Output exactly the lines that run from the top of the entries to the line holding "bytes once arrived.</summary>", including both of those lines.

▶ [Stored data]:

◇ ◇ ◇

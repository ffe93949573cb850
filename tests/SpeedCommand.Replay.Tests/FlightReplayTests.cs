using System.Text;
using CsCheck;
using SpeedCommand.Flight.Gliders;
using SpeedCommand.Pipeline;
using SpeedCommand.Replay.Logs;
using SpeedCommand.Replay.Pictures;
using SpeedCommand.Replay.Replaying;
using SpeedCommand.Sentences;

namespace SpeedCommand.Replay.Tests;

/// <summary>A replay is the flight again: the same bytes, however the bytes once arrived.</summary>
public sealed class FlightReplayTests
{
    private static readonly Glider Glider = GliderFile.Read("""
        { "name": "Test 15", "wingArea": "11.2 m²", "referenceMass": "340 kg",
          "dragPolar": { "cd0": 0.0115, "k1": -0.002, "k2": 0.0215, "clMax": 1.45 } }
        """u8, "test.json").Glider!;

    private sealed class LiveCockpit : ILineSink, IDisposable
    {
        private readonly MemoryStream _pictures = new();
        private readonly MemoryStream _log = new();
        private readonly FlightLogWriter _writer;
        private readonly FlightPipeline _pipeline;
        private readonly LineFramer _framer = new();
        private long _nowUs;

        public LiveCockpit()
        {
            _writer = new FlightLogWriter(_log, new FlightLogHeader(DateTimeOffset.UnixEpoch, "", []));
            _pipeline = new FlightPipeline(new FlightSettings(Glider), new PictureLines(_pictures));
            _pipeline.AddStream("both", ChecksumRule.Required);
        }

        public byte[] Pictures => _pictures.ToArray();

        public byte[] Log => _log.ToArray();

        public void Dispose() => _writer.Dispose();

        public void OnLine(ReadOnlySpan<byte> line)
        {
            _writer.WriteLine(_nowUs, "both"u8, line);
            _pipeline.Accept(_nowUs, 0, line);
        }

        /// <summary>Chunks come at any time; between them the service's ticks let time pass.</summary>
        public void Receive(byte[] bytes, int[] chunkLengths, int[] gapsUs)
        {
            var at = 0;
            for (var i = 0; at < bytes.Length; i++)
            {
                _nowUs += gapsUs[i % gapsUs.Length];
                if (i % 3 == 0)
                {
                    _pipeline.AdvanceTo(_nowUs);
                }

                var length = Math.Min(chunkLengths[i % chunkLengths.Length], bytes.Length - at);
                _framer.Push(bytes.AsSpan(at, length), this);
                at += length;
            }

            _nowUs += 1_500_000;
            _pipeline.AdvanceTo(_nowUs);
            _writer.WriteEnd(_nowUs);
        }
    }

    private static byte[] Replay(byte[] log)
    {
        using var pictures = new MemoryStream();
        using var reader = FlightLogReader.Open(new MemoryStream(log));
        new FlightReplay(reader, new FlightPipeline(new FlightSettings(Glider), new PictureLines(pictures)), _ => StreamSettings.Sentences(ChecksumRule.Required)).RunToEnd();
        Assert.Equal(0, reader.ProblemCount);
        return pictures.ToArray();
    }

    private static byte[] Traffic()
    {
        var text = new StringBuilder();
        for (var i = 0; i < 60; i++)
        {
            var content = FormattableString.Invariant($"YXXDR,P,{90_000 - 3 * i}.5,P,STATIC,P,{600 + i % 7}.25,P,IMPACT");
            text.Append('$').Append(content).Append('*').Append(content.Aggregate(0, (sum, one) => sum ^ one).ToString("X2")).Append("\r\n");
            text.Append(i % 10 == 3 ? "\0junk\\$YXX\r\n" : "");
        }

        return Encoding.Latin1.GetBytes(text.ToString());
    }

    [Fact]
    public void LiveOutput_EqualsReplayOutput_ByteForByte_ForAnyChunking()
    {
        var traffic = Traffic();
        Gen.Select(Gen.Int[1, 300].Array[1, 20], Gen.Int[0, 400_000].Array[1, 20]).Sample((chunks, gaps) =>
        {
            using var live = new LiveCockpit();
            live.Receive(traffic, chunks, gaps);
            Assert.NotEmpty(live.Pictures);
            Assert.Equal(live.Pictures, Replay(live.Log));
        }, iter: 300);
    }

    [Fact]
    public void TruthRecords_AreNeverShownToThePipeline()
    {
        using var live = new LiveCockpit();
        live.Receive(Traffic(), [64], [20_000]);
        var text = Encoding.ASCII.GetString(live.Log);
        var firstRecord = text.IndexOf("0.020000", StringComparison.Ordinal);
        var withTruth = text.Insert(firstRecord, "0.020000 truth {\"heightM\":1}\n");
        Assert.Equal(Replay(live.Log), Replay(Encoding.ASCII.GetBytes(withTruth)));
    }

    [Fact]
    public void MoreStreamsThanThePipelineTakes_AreLeftOut()
    {
        var text = new StringBuilder("#speedcommand-log 1\n");
        for (var i = 0; i < 40; i++)
        {
            text.Append(System.Globalization.CultureInfo.InvariantCulture, $"{i}.000000 s{i} $YXXDR,P,90000.0,P,STATIC*70\n");
        }

        Assert.Equal(39 * 10, Replay(Encoding.ASCII.GetBytes(text.ToString())).Count(value => value == (byte)'\n'));
    }
}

◇ ◇ ◇

▶ [Reply]:
repository ffe93949573cb850
filename tests/SpeedCommand.Replay.Tests/FlightReplayTests.cs
using System.Text;
using CsCheck;
using SpeedCommand.Flight.Gliders;
using SpeedCommand.Pipeline;
using SpeedCommand.Replay.Logs;
using SpeedCommand.Replay.Pictures;
using SpeedCommand.Replay.Replaying;
using SpeedCommand.Sentences;

namespace SpeedCommand.Replay.Tests;

/// <summary>A replay is the flight again: the same bytes, however the bytes once arrived.</summary>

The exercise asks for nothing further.